- DATA FOR THIS TASK -
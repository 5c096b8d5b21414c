// boundary conditions: a surface film is a resistance (robin); a zero resistance prescribes the
// surface temperature (dirichlet); sun on the outside enters through the sol-air temperature
import { compileSignal, signalAt, signalRate, type CompiledSignal } from './signals.ts';
import type { InsideBoundary, OutsideBoundary } from './types.ts';

/** one side of the wall, ready for the time loop */
export interface BoundarySide {
  /** surfaceResistance = 0: the surface node follows the driving temperature */
  prescribed: boolean;
  /** film coefficient 1/R, W/m²K (0 when prescribed; the film is not used then) */
  h: number;
  air: CompiledSignal;
  /** irradiance on the surface, or null without sun */
  irradiance: CompiledSignal | null;
  /** absorptance · R, m²K/W: the sol-air rise per W/m² */
  solarGain: number;
}

/**
 * sol-air temperature = air + absorptance · irradiance · R_se.
 * with R_se = 0 the term vanishes and the sol-air temperature equals the air temperature: a prescribed
 * surface has no film through which absorbed sun could raise it, so sun is then ignored (documented choice).
 */
export function solAirTemperature(air: number, absorptance: number, irradiance: number, surfaceResistance: number): number {
  return air + absorptance * irradiance * surfaceResistance;
}

export function outsideBoundary(b: OutsideBoundary): BoundarySide {
  const R = b.surfaceResistance;
  return {
    prescribed: R === 0,
    h: R === 0 ? 0 : 1 / R,
    air: compileSignal(b.air),
    irradiance: b.solar ? compileSignal(b.solar.irradiance) : null,
    solarGain: b.solar ? b.solar.absorptance * R : 0,
  };
}

export function insideBoundary(b: InsideBoundary): BoundarySide {
  const R = b.surfaceResistance;
  return { prescribed: R === 0, h: R === 0 ? 0 : 1 / R, air: compileSignal(b.air), irradiance: null, solarGain: 0 };
}

/** the temperature that drives the surface: sol-air outside, air inside (°C) */
export function drivingTemperature(side: BoundarySide, t: number): number {
  const air = signalAt(side.air, t);
  return side.irradiance === null ? air : air + side.solarGain * signalAt(side.irradiance, t);
}

/** rate of change of the driving temperature (K/s), for the surface flux of a prescribed surface */
export function drivingRate(side: BoundarySide, t: number, h: number): number {
  const air = signalRate(side.air, t, h);
  return side.irradiance === null ? air : air + side.solarGain * signalRate(side.irradiance, t, h);
}
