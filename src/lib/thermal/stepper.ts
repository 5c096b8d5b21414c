// θ-method stepping of a tridiagonal linear system  M x⁺ = E x + b0·e₀ + bN·e_N.
// knows no physics: the caller assembles M and E (operator.ts) and supplies the two boundary terms.

/** a tridiagonal matrix of order n: lower[0] and upper[n − 1] are unused */
export interface Tridiagonal {
  n: number;
  lower: Float64Array;
  diag: Float64Array;
  upper: Float64Array;
}

export function tridiagonal(n: number): Tridiagonal {
  return { n, lower: new Float64Array(n), diag: new Float64Array(n), upper: new Float64Array(n) };
}

/** a thomas factorisation of M, computed once while the time step and films stay constant */
export interface ThomasFactor {
  n: number;
  lower: Float64Array;
  /** modified upper diagonal c'ᵢ = uᵢ / denᵢ */
  upperPrime: Float64Array;
  /** 1 / denᵢ */
  inverse: Float64Array;
}

/** factorises M (thomas algorithm without pivoting: M must be diagonally dominant, which the heat operator is) */
export function factorise(m: Tridiagonal, out?: ThomasFactor): ThomasFactor {
  const n = m.n;
  const f = out ?? { n, lower: new Float64Array(n), upperPrime: new Float64Array(n), inverse: new Float64Array(n) };
  const { lower, diag, upper } = m;
  let cPrev = 0;
  for (let i = 0; i < n; i++) {
    const l = i === 0 ? 0 : lower[i];
    const den = diag[i] - l * cPrev;
    if (!(Math.abs(den) > 0) || !Number.isFinite(den)) throw new Error('tridiagonal system is singular');
    const inv = 1 / den;
    f.lower[i] = l;
    f.inverse[i] = inv;
    cPrev = i === n - 1 ? 0 : upper[i] * inv;
    f.upperPrime[i] = cPrev;
  }
  return f;
}

/** solves M x = rhs with a factorisation; rhs and x may be the same array */
export function solve(f: ThomasFactor, rhs: Float64Array, x: Float64Array): void {
  const n = f.n;
  const { lower, upperPrime, inverse } = f;
  let prev = 0;
  for (let i = 0; i < n; i++) {
    prev = (rhs[i] - lower[i] * prev) * inverse[i];
    x[i] = prev;
  }
  for (let i = n - 2; i >= 0; i--) x[i] -= upperPrime[i] * x[i + 1];
}

/**
 * one θ-step in place: x ← M⁻¹ (E x + b0·e₀ + bN·e_{n−1}).
 * the product E x is fused into the forward sweep; old values are kept in locals so x is overwritten safely.
 */
export function thetaStep(f: ThomasFactor, e: Tridiagonal, x: Float64Array, b0: number, bN: number): void {
  const n = f.n;
  const lower = f.lower;
  const upperPrime = f.upperPrime;
  const inverse = f.inverse;
  const el = e.lower;
  const ed = e.diag;
  const eu = e.upper;
  let xPrev = x[0];
  let xCur = x[1];
  let d = (ed[0] * xPrev + eu[0] * xCur + b0) * inverse[0];
  x[0] = d;
  const last = n - 1;
  for (let i = 1; i < last; i++) {
    const xNext = x[i + 1];
    const r = el[i] * xPrev + ed[i] * xCur + eu[i] * xNext;
    d = (r - lower[i] * d) * inverse[i];
    x[i] = d;
    xPrev = xCur;
    xCur = xNext;
  }
  const rLast = el[last] * xPrev + ed[last] * xCur + bN;
  x[last] = (rLast - lower[last] * d) * inverse[last];
  for (let i = last - 1; i >= 0; i--) x[i] -= upperPrime[i] * x[i + 1];
}
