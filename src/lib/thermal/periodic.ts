// periodic steady state by the transfer-matrix method of ISO 13786, in complex arithmetic.
//
// sign convention: amplitudes are complex with time factor e^{+iωt}, so θ(t) = Re(θ̂ e^{iωt}).
// a matrix maps (temperature, heat flux) on one side of an element to the other side,
// [θ₂, q₂]ᵀ = Z [θ₁, q₁]ᵀ, with the flux positive in the direction from side 1 to side 2.
// the wall matrix runs from the INSIDE air (side 1) to the OUTSIDE air (side 2):
//   Z = Z_se · Z_layer0 · Z_layer1 · … · Z_layerN−1 · Z_si   (layer 0 is the outside layer)
// so a flux positive from inside to outside; the heat flux INTO the room per kelvin of outside air,
// with the inside air held, is Y12 = −1/Z12 (for a massless wall Y12 = +U, real).
import {
  abs,
  arg,
  complex,
  cosh,
  div,
  matmul,
  mul,
  scale,
  sinh,
  sub,
  type Complex,
  type Matrix2,
} from './complex.ts';
import type { Layer, PeriodicResult } from './types.ts';

/** ξ = d/δ of a layer, with δ = sqrt(λT/(πρc)) the periodic penetration depth */
export function layerXi(layer: Layer, period: number): number {
  const { thickness: d, conductivity: k, density: rho, specificHeat: c } = layer;
  return d / Math.sqrt((k * period) / (Math.PI * rho * c));
}

/**
 * ISO 13786 heat transfer matrix of one homogeneous layer at period T (s), multiplied by e^{−ξ}
 * when `scaled` is true (a thick layer would overflow cosh; the factor is carried separately)
 */
export function layerMatrix(layer: Layer, period: number, scaled = false): Matrix2 {
  const { thickness: d, conductivity: k, density: rho, specificHeat: c } = layer;
  const delta = Math.sqrt((k * period) / (Math.PI * rho * c)); // periodic penetration depth
  const xi = d / delta;
  const ch = scaled ? scaledCosh(xi) : cosh(complex(xi, xi)); // cosh(ξ(1 + i))
  const sh = scaled ? scaledSinh(xi) : sinh(complex(xi, xi));
  const onePlusI = complex(1, 1);
  return {
    a: ch,
    b: scale(div(sh, onePlusI), -delta / k), // −δ/(λ(1+i))·sinh(ξ(1+i))
    c: scale(mul(sh, onePlusI), -k / delta), // −λ(1+i)/δ·sinh(ξ(1+i))
    d: ch,
  };
}

// cosh and sinh of ξ(1 + i) times e^{−ξ}, finite for any ξ ≥ 0
function scaledCosh(xi: number): Complex {
  const e = Math.exp(-2 * xi);
  return { re: 0.5 * (1 + e) * Math.cos(xi), im: 0.5 * (1 - e) * Math.sin(xi) };
}
function scaledSinh(xi: number): Complex {
  const e = Math.exp(-2 * xi);
  return { re: 0.5 * (1 - e) * Math.cos(xi), im: 0.5 * (1 + e) * Math.sin(xi) };
}

/** a surface film (or any pure resistance R, m²K/W): [[1, −R], [0, 1]] */
export function resistanceMatrix(r: number): Matrix2 {
  return { a: complex(1), b: complex(-r), c: complex(0), d: complex(1) };
}

/**
 * the environment-to-environment matrix from the inside air to the outside air, as e^{logScale}·matrix
 * (logScale = Σξ; the unscaled matrix overflows for walls many penetration depths thick)
 */
export function wallMatrix(
  layers: readonly Layer[],
  rse: number,
  rsi: number,
  period: number,
): { matrix: Matrix2; logScale: number } {
  let z = resistanceMatrix(rse);
  let logScale = 0;
  for (const layer of layers) {
    z = matmul(z, layerMatrix(layer, period, true));
    logScale += layerXi(layer, period);
  }
  return { matrix: matmul(z, resistanceMatrix(rsi)), logScale };
}

/** complex inside heat flux (into the room, W/m²) per kelvin of outside air amplitude, inside air held */
export function transmittance(z: Matrix2, logScale = 0): Complex {
  return scale(div(complex(-1), z.b), Math.exp(-logScale));
}

/**
 * the periodic figures of the contract. the time lag is the delay of the inside flux peak after the outside
 * air peak: flux ∝ Re(Y e^{iω(t − t_peak)}) peaks at t − t_peak = −arg(Y)/ω, taken into [0, T).
 * admittance: |Y11| = |Z11/Z12| (flux into the wall per kelvin of inside air, outside air held).
 * areal heat capacity κ1 = T/(2π)·|(Z11 − 1)/Z12| with Z from environment to environment, as ISO 13786 defines it.
 */
export function periodicAnalysis(
  layers: readonly Layer[],
  rse: number,
  rsi: number,
  period: number,
  uValue: number,
): PeriodicResult {
  const { matrix: z, logScale } = wallMatrix(layers, rse, rsi, period);
  const y = transmittance(z, logScale);
  const periodicTransmittance = abs(y);
  let timeLag = (-arg(y) / (2 * Math.PI)) * period;
  timeLag = ((timeLag % period) + period) % period;
  if (timeLag >= period) timeLag = 0; // round-off of a tiny negative lag
  const admittanceInside = abs(div(z.a, z.b));
  const arealHeatCapacityInside = (period / (2 * Math.PI)) * abs(div(sub(z.a, complex(Math.exp(-logScale))), z.b));
  return {
    period,
    periodicTransmittance,
    decrementFactor: periodicTransmittance / uValue,
    timeLag,
    admittanceInside,
    arealHeatCapacityInside,
  };
}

- TO DO -
Please transcribe exactly the lines above from the line that has "const inverse = f.inverse;" up to and including the line that has "a matrix maps"; no other line belongs in the answer.

- ANSWER BOX -
  const inverse = f.inverse;
  const el = e.lower;
  const ed = e.diag;
  const eu = e.upper;
  let xPrev = x[0];
  let xCur = x[1];
  let d = (ed[0] * xPrev + eu[0] * xCur + b0) * inverse[0];
  x[0] = d;
  const last = n - 1;
  for (let i = 1; i < last; i++) {
    const xNext = x[i + 1];
    const r = el[i] * xPrev + ed[i] * xCur + eu[i] * xNext;
    d = (r - lower[i] * d) * inverse[i];
    x[i] = d;
    xPrev = xCur;
    xCur = xNext;
  }
  const rLast = el[last] * xPrev + ed[last] * xCur + bN;
  x[last] = (rLast - lower[last] * d) * inverse[last];
  for (let i = last - 1; i >= 0; i--) x[i] -= upperPrime[i] * x[i + 1];
}
filename src/lib/thermal/periodic.ts
// periodic steady state by the transfer-matrix method of ISO 13786, in complex arithmetic.
//
// sign convention: amplitudes are complex with time factor e^{+iωt}, so θ(t) = Re(θ̂ e^{iωt}).
// a matrix maps (temperature, heat flux) on one side of an element to the other side,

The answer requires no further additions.